Friday, July 1, 2016

The Truth (Wyndham's Theatre, 31 June)

Whenever your culture-vulture friends say withering things about West End shows, they mean middling stuff like this. I can't remember anyone's name, so I'll just call them by random French ones: Guilliame is having an affair with Fifi, who is married to Tabernacle; but Tabernacle--zut alors--has been laid off, and is Guilliame's best friend. And what of Clothilde, Guilliame's wife? You'll never guess. There was even wan accordian music between the acts, lest we forget that this was taking place in France, a country where (in the English imaginary) affairs are entered into with all the zest of Netflix selections. This wasn't even particularly funny, I think in part because no-one on stage acted convincingly human. I missed The Father last year, but judging from this, Florian Zeller is definitely the new Yasmina Reza: someone whose not-fantastic plays, owing to a certain basic shallowness, do well in translation. And in this global middlebrow, we know it's France because there's adultery and French names; otherwise, this could have been set anywhere in the world, to no particular advantage. 

I mean, let's take a moment to look at that being laid off thing: does that mark this as a subtle inquiry into marital mores under neoliberalism? I guess. And the firm that hires Tabernacle late in the play is Swedish, so we have some point about the contemporary EU and transnationalism. And, then, maybe that's the point: that life under neoliberalism is so crushingly boring that--I dunno? We need shitty light farce? Or, maybe, that we're doomed to it?
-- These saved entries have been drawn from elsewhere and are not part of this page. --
import { join } from "node:path";
import { startCluster } from "./cluster.mjs";
import { databaseUrl, makeDatabase, makeRoles } from "./database.mjs";
import { ensurePostgres } from "./postgres-programs.mjs";
import { postgresAccount } from "./postgres-account.mjs";
import { prepareDatabase } from "./prepare.mjs";
import { newPasswords } from "./secrets.mjs";

/** A migrated database with reference data and nothing else; every database that tests use is a copy of it. */
export const templateName = "planeward_template";

/**
 * Starts a database server for the tests and fills the template.
 *
 * @param {import("./checks.mjs").Checks} checks
 * @param {string} folder a temporary folder that the server's account may pass through
 * @returns {Promise<import("./database.mjs").Database>}
 */
export async function startTestDatabase({ keeper, env }, folder) {
  const programs = await ensurePostgres(keeper, undefined);
  const passwords = newPasswords();
  const { port } = await startCluster(keeper, {
    programs,
    dataFolder: join(folder, "postgres"),
    account: postgresAccount(),
    logFile: join(folder, "postgres.log"),
    administratorPassword: passwords.administrator,
    durable: false,
  });
  const database = { programs, port, passwords };
  await makeRoles(keeper, database);
  await makeDatabase(keeper, database, templateName);
  await prepareDatabase(keeper, accessTo(database, templateName), { env });
  return database;
}

/**
 * @param {import("./database.mjs").Database} database
 * @param {string} name
 * @returns {import("./external-database.mjs").DatabaseAccess}
 */
export function accessTo(database, name) {
  return { appUrl: databaseUrl(database, "app", name), ownerUrl: databaseUrl(database, "owner", name) };
}
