import { describe, expect, it } from "vitest";
import { tickedWords } from "#app/lib/ticked-words.ts";

const STACKS = ["stack", "stacks"] as const;
const COMPARE = { label: "Compare", to: "/stacks/compare", least: 2, most: 6 };
const REMOVE = { label: "Remove", to: "/stacks/remove" };

describe("what the bar says of what is ticked", () => {
  it("says that nothing is ticked, and asks for nothing then", () => {
    expect(tickedWords(0, STACKS, [COMPARE, REMOVE])).toBe("No stack ticked.");
  });

  it("counts", () => {
    expect(tickedWords(1, STACKS, [REMOVE])).toBe("1 stack ticked.");
    expect(tickedWords(3, STACKS, [COMPARE, REMOVE])).toBe("3 stacks ticked.");
  });

  it("says of which action it is too few or too many, and by how many", () => {
    expect(tickedWords(1, STACKS, [COMPARE, REMOVE])).toBe("1 stack ticked. Compare: tick one more.");
    expect(tickedWords(6, STACKS, [COMPARE])).toBe("6 stacks ticked.");
    expect(tickedWords(8, STACKS, [COMPARE])).toBe("8 stacks ticked. Compare: at most six, untick two.");
  });
});
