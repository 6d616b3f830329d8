import { existsSync, mkdirSync, readdirSync, rmdirSync, rmSync, writeFileSync } from "node:fs";
import { isRoot } from "./project.mjs";
import { Sentence } from "./sentence.mjs";

/**
 * Installs packages of Debian's when this is root; anybody else is told the command.
 *
 * @param {import("./keeper.mjs").Keeper} keeper
 * @param {string} product what the reader knows it by
 * @param {string[]} packages
 */
export async function installDebianPackages(keeper, product, packages) {
  if (!existsSync("/usr/bin/apt-get"))
    throw new Sentence(`${product} is not installed, and this is no Debian system: install it, then try again.`);
  const command = `apt-get install -y ${packages.join(" ")}`;
  if (!isRoot) throw new Sentence(`${product} is not installed: run "sudo ${command}", then try again.`);
  console.log(`Installing ${product} from Debian's packages…`);
  const options = {
    env: { ...process.env, DEBIAN_FRONTEND: "noninteractive" },
    // A package manager that is cut short leaves a half-installed system: it is given time.
    stop: /** @type {[NodeJS.Signals, number][]} */ ([
      ["SIGTERM", 60_000],
      ["SIGKILL", 5_000],
    ]),
  };
  const wait = ["-o", "DPkg::Lock::Timeout=300"];
  // An update that fails is no reason to stop: the lists at hand may do, and the installation says so if not.
  await keeper.outcome("apt-get", [...wait, "update"], { ...options, stdio: "ignore" });
  await keeper.run("apt-get", [...wait, "install", "-y", "--no-install-recommends", ...packages], {
    ...options,
    failure: `${product} could not be installed: ${command} failed.`,
  });
}

/**
 * Keeps Debian, for the time of an installation, from creating and starting a database cluster of its own.
 *
 * @param {() => Promise<void>} install
 */
export async function withoutDebiansCluster(install) {
  const folder = "/etc/postgresql-common/createcluster.d";
  const file = `${folder}/planeward.conf`;
  const hadFolder = existsSync(folder);
  if (isRoot) {
    mkdirSync(folder, { recursive: true });
    writeFileSync(file, "create_main_cluster = false\n");
  }
  try {
    await install();
  } finally {
    if (isRoot) {
      rmSync(file, { force: true });
      if (!hadFolder && readdirSync(folder).length === 0) rmdirSync(folder);
    }
  }
}
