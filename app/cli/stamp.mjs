import { createHash } from "node:crypto";
import { existsSync, readFileSync, readdirSync, statSync } from "node:fs";
import { join } from "node:path";

/**
 * @param {string} folder
 * @param {string} entry a file or folder in it, which may be missing
 * @returns {string[]} the files under the entry, relative to the folder, in one order on every machine
 */
function filesUnder(folder, entry) {
  const path = join(folder, entry);
  if (!existsSync(path)) return [];
  if (!statSync(path).isDirectory()) return [entry];
  return readdirSync(path)
    .sort()
    .flatMap((name) => filesUnder(folder, join(entry, name)));
}

/**
 * A fingerprint of files: it changes when one of them does, or comes, goes or is renamed.
 *
 * @param {string} folder
 * @param {string[]} entries files and folders in it
 * @returns {string}
 */
export function fingerprint(folder, entries) {
  const hash = createHash("sha256");
  for (const file of entries.flatMap((entry) => filesUnder(folder, entry))) {
    const content = readFileSync(join(folder, file));
    hash.update(`${file}\0${content.length}\0`).update(content);
  }
  return hash.digest("hex");
}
So rote and uninspired as to be nearly avant-garde--I'm still half afraid that I missed the subtle point that would indicate this airless hetero farce, which could have been written at any point since about 1905, was in fact some terribly up-to-date inquiry into gender roles. But no: no-one is gay or trans, or even interesting; and the translation seemed only about 95% idiomatic. If someone had told me this script had been generated by computers, I would have been fascinated: they really can do such an amazing job synthesizing genres these days. And the performers did the whole farce-by-numbers thing, acting exactly as you would expect them to; full points there, even as I would assume robots might hit their lines with slightly more accuracy. 

If anyone had ideas here, it was the set designers, from whom I got exactly one idea: that high-end hotels and nice middle-class houses all sort of look the same. That's not exactly Epic Theatre, though.

I fear the audience I was with thought this was fascinating--and, as in (say) reading Foucault translations, I worried that there was some subtle irony (or point of interest altogether) I was missing here. Was I having an off day? Does the Matrix have me?